On the other hand, while chip giants such as qualcomm, nvidia and Intel are focused on the larger traditional applications, such as servers in the cloud, and the marginal markets, such as mobile phones and cars, where the user base is strong.This can be seen from a series of product releases in recent years by the three major players of AI accelerator chips, such as Tesla V100 and Xavier of nvidia.Hexagon DSP and cv-isp's AI Engine in qualcomm snapdragon 855, and the recently released Cloud AI 100;Intel's low power Movidius accelerator and the latest Cascade Lake Xeon.
That doesn't mean the chip giants aren't interested in niche-sized markets such as IoT, where the likes of Intel, ST, and renesas are starting to make inroad, according to our reporters.Last November, for example, Intel released two AI accelerator solutions for smart cities, retail and health care: the Intel Movidius processor array, the Intel Arria10 FPGA;ST also launched a DNN accelerator based on stm32cubemx.ai at the STM32 summit on April 26-27 this year.In the same month, renesas electronics' configurable AI accelerator, DRP, was released, further enhancing the MCU's chip computing power with e-ai.Presumably in the future a period of time, there will be more chip industry giants rush, then AI accelerator market is bound to usher in an unprecedented battle, for those deep subdivision of the small and medium-sized chip manufacturers is undoubtedly a great challenge.
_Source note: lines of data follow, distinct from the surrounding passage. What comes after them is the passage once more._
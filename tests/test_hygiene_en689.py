"""The EN 689:2018 decision (rules from memory: screening test for 3 to 5
results at 0.1, 0.15 and 0.2 x the limit, any result above the limit is
non-compliance, the statistical test UTL(95th percentile, 70 %) < limit for
6 or more)."""

from __future__ import annotations

import numpy as np
import pytest
from scipy import stats
from scipy.special import ndtri

from doseattr.core.exposure.fit import Measurements, prepare
from doseattr.core.hygiene.en689 import (
    COMPLIES,
    DOES_NOT_COMPLY,
    NO_DECISION,
    en689_decision,
)
from doseattr.core.hygiene.limits import limit_statistics
from doseattr.errors import ModelError

LIMIT = 2.0


def _decide(values, detected=None, utl=None):
    # Measurements built directly: prepare() wants 3 detected values, which a
    # screening test does not need
    x = np.asarray(values, dtype=float)
    det = np.ones(x.size, bool) if detected is None else np.asarray(detected, bool)
    return en689_decision(Measurements(x, det, np.ones(x.size)), LIMIT, utl)


@pytest.mark.parametrize("n, fraction", [(3, 0.10), (4, 0.15), (5, 0.20)])
def test_screening_threshold_just_below_and_just_above(n, fraction):
    # EN 689:2018 screening test, from memory: all n results below fraction x limit
    threshold = fraction * LIMIT
    low = list(np.linspace(0.3, 0.6, n - 1) * threshold)
    below = _decide(low + [threshold * (1 - 1e-6)])
    assert below.verdict == COMPLIES and below.test == "screening"
    assert below.numbers["threshold"] == pytest.approx(threshold)
    assert below.from_memory
    above = _decide(low + [threshold * (1 + 1e-6)])
    assert above.verdict == NO_DECISION and above.test == "screening"
    assert f"{fraction:g} x the limit" in above.rule


@pytest.mark.parametrize("n", [3, 4, 5])
def test_a_result_above_the_limit_never_passes_the_screening_test(n):
    # EN 689:2018, from memory: in the screening test any result above the
    # limit means non-compliance
    values = [0.01 * LIMIT] * (n - 1) + [1.01 * LIMIT]
    values[0] *= 1.5
    decision = _decide(values, utl=0.5 * LIMIT)
    assert decision.verdict == DOES_NOT_COMPLY and decision.test == "screening"
    assert decision.numbers["largest_result"] == pytest.approx(1.01 * LIMIT)


def test_from_six_results_the_upper_tolerance_limit_alone_decides():
    # EN 689:2018, from memory: the statistical test compares the UTL with the
    # limit; a single result above the limit enters through the UTL
    values = [0.01 * LIMIT] * 7 + [1.01 * LIMIT]
    values[0] *= 1.5
    assert _decide(values, utl=0.5 * LIMIT).verdict == COMPLIES
    assert _decide(values, utl=1.5 * LIMIT).verdict == DOES_NOT_COMPLY


def test_non_detects_count_below_only_with_a_low_detection_limit():
    # EN 689:2018, from memory: a non-detect is below the threshold only if its
    # detection limit is; and a detection limit above the limit is not a result above it
    base = [0.05, 0.08]
    low_dl = _decide(base + [0.15], [True, True, False])
    assert low_dl.verdict == COMPLIES
    high_dl = _decide(base + [0.5], [True, True, False])
    assert high_dl.verdict == NO_DECISION
    above_limit_dl = _decide(base + [3.0], [True, True, False])
    assert above_limit_dl.verdict == NO_DECISION
    detected = _decide(base + [0.5])
    assert detected.verdict == NO_DECISION


def _utl_by_nct(x: np.ndarray, conf: float = 0.70) -> float:
    # scipy.stats.nct: exp(ybar + K s), K = t'_c(n-1, z95 sqrt(n)) / sqrt(n) (common practice)
    y = np.log(x)
    n = y.size
    k = stats.nct.ppf(conf, n - 1, ndtri(0.95) * np.sqrt(n)) / np.sqrt(n)
    return float(np.exp(y.mean() + k * y.std(ddof=1)))


@pytest.mark.parametrize("n", [6, 11])
def test_statistical_test_against_the_utl(n):
    # EN 689:2018, from memory: complies when UTL95,70 < limit; the UTL by
    # scipy.stats.nct in the test, the limit set just above and just below it
    x = np.exp(0.4 * ndtri((np.arange(n) + 0.5) / n))
    utl = _utl_by_nct(x)
    for factor, verdict in ((1.001, COMPLIES), (0.999, DOES_NOT_COMPLY)):
        limit = utl * factor
        assert x.max() < limit  # the statistical branch decides, not a result above the limit
        stats_ = limit_statistics("lognormal", prepare(x), limit)
        assert stats_.decision.verdict == verdict
        assert stats_.decision.test == "statistical"
        assert stats_.decision.numbers["utl_p95"] == pytest.approx(utl, rel=1e-9)
        direct = en689_decision(prepare(x), limit, utl)
        assert direct.verdict == verdict


def test_unbounded_utl_does_not_comply():
    # a UTL that could not be bounded is not shown below the limit (rule as written here)
    x = np.linspace(0.1, 0.3, 6)
    assert _decide(x, utl=None).verdict == DOES_NOT_COMPLY


def test_fewer_than_three_results_are_refused():
    with pytest.raises(ModelError, match="at least 3"):
        _decide([0.1, 0.2])
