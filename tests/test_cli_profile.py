"""``doseattr run/demo --profile``: stage timings on standard error, the
outputs unchanged; and the command line's start-up imports nothing heavy."""

from __future__ import annotations

import json
import subprocess
import sys
from pathlib import Path

import pytest

from doseattr import cli
from doseattr.analysis.progress import progress_bar, stage_listener
from doseattr.cli import StageClock, main

ROOT = Path(__file__).resolve().parent.parent
STAGES = ("start-up (imports)", "reading and checks", "fitting and other computing",
          "Monte Carlo draws", "report and files", "figures", "total")


def test_cli_import_loads_no_heavy_library():
    # a fresh interpreter: what `doseattr --help` pays before parsing
    code = ("import doseattr.cli, sys; print(sorted(m for m in "
            "('numpy','scipy','matplotlib','statsmodels','pandas','dask') if m in sys.modules))")
    done = subprocess.run([sys.executable, "-c", code], cwd=ROOT, capture_output=True,
                          text=True, check=True)
    assert done.stdout.strip() == "[]"


def test_clock_adds_up_stages_entered_twice(monkeypatch):
    # a fake clock: wall ticks 1 s, CPU 0.5 s per reading, so each stage
    # gets (closed form) 1 s wall and 0.5 s CPU per time it is open
    ticks = iter(range(100))
    readings: list[float] = []

    def wall() -> float:
        readings.append(float(next(ticks)))
        return readings[-1]

    monkeypatch.setattr(cli.time, "perf_counter", wall)
    monkeypatch.setattr(cli.time, "process_time", lambda: readings[-1] / 2)
    clock = StageClock()
    for stage in ("a", "b", "a"):
        clock.enter(stage)
    clock.stop()
    assert clock.wall == {"a": 2.0, "b": 1.0}
    assert clock.cpu == {"a": 1.0, "b": 0.5}
    lines = clock.lines()
    assert [line.split()[2] for line in lines] == ["a", "b", "total"]
    assert "3.000 s wall" in lines[-1] and "1.500 s CPU" in lines[-1]


def test_progress_bar_tells_listeners_even_when_hidden():
    heard: list[str] = []
    with stage_listener(heard.append), progress_bar(10, False, stage="draws") as tick:
        assert tick is None
    with progress_bar(10, False):  # the listener is gone
        pass
    assert heard == ["draws", ""]


@pytest.mark.slow  # two demo runs with figures
def test_profile_prints_stages_and_changes_no_output(tmp_path, capsys):
    assert main(["demo", "--out", str(tmp_path / "plain"), "--quiet"]) == 0
    assert "profile" not in capsys.readouterr().err
    assert main(["demo", "--out", str(tmp_path / "timed"), "--quiet", "--profile"]) == 0
    err = capsys.readouterr().err
    shown = [line.removeprefix("doseattr: profile: ").split("  ")[0]
             for line in err.splitlines() if line.startswith("doseattr: profile: ")]
    assert shown == list(STAGES)
    plain, timed = (json.loads((tmp_path / d / "results.json").read_text())
                    for d in ("plain", "timed"))
    # provenance records the command line, --profile and --out included
    assert timed["provenance"].pop("command")[-1] == "--profile"
    plain["provenance"].pop("command")
    assert timed == plain
    for name in ("summary.txt", "report.html"):
        text = (tmp_path / "timed" / name).read_text()
        text = text.replace(str(tmp_path / "timed"), str(tmp_path / "plain"))
        assert text.replace(" --profile", "") == (tmp_path / "plain" / name).read_text()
In short, no matter how the market situation changes, what the application side needs from beginning to end is an AI chip with high computing power and low power consumption, and this feature will be paid more attention by the market with the gradual integration of AI and IoT applications.Therefore, for the current large or small AI chip design manufacturers, how to solve the contradiction between chip computing power and power consumption through the optimization of hardware and algorithm end is the key, which may require manufacturers to study in many aspects and multiple angles, such as chip manufacturing process, architecture and cost.AI accelerator is able to solve the contradictory between power consumption and is the most direct and effective solution, but according to the reporter, now a lot of strong AI chip giants have begun to layout and into the market, and aiming at all kinds of scenarios to launch both suitability strong AI accelerator chips, it must be for the current lots of trying to "struggle with" chip in the emerging market segment of AI players very big impact.Therefore, there is little time left for such companies. How to flexibly rely on localization and their expertise in professional fields to accelerate the opening of various market segments and win more customers will be the key for these emerging AI chip players to survive in the next few years.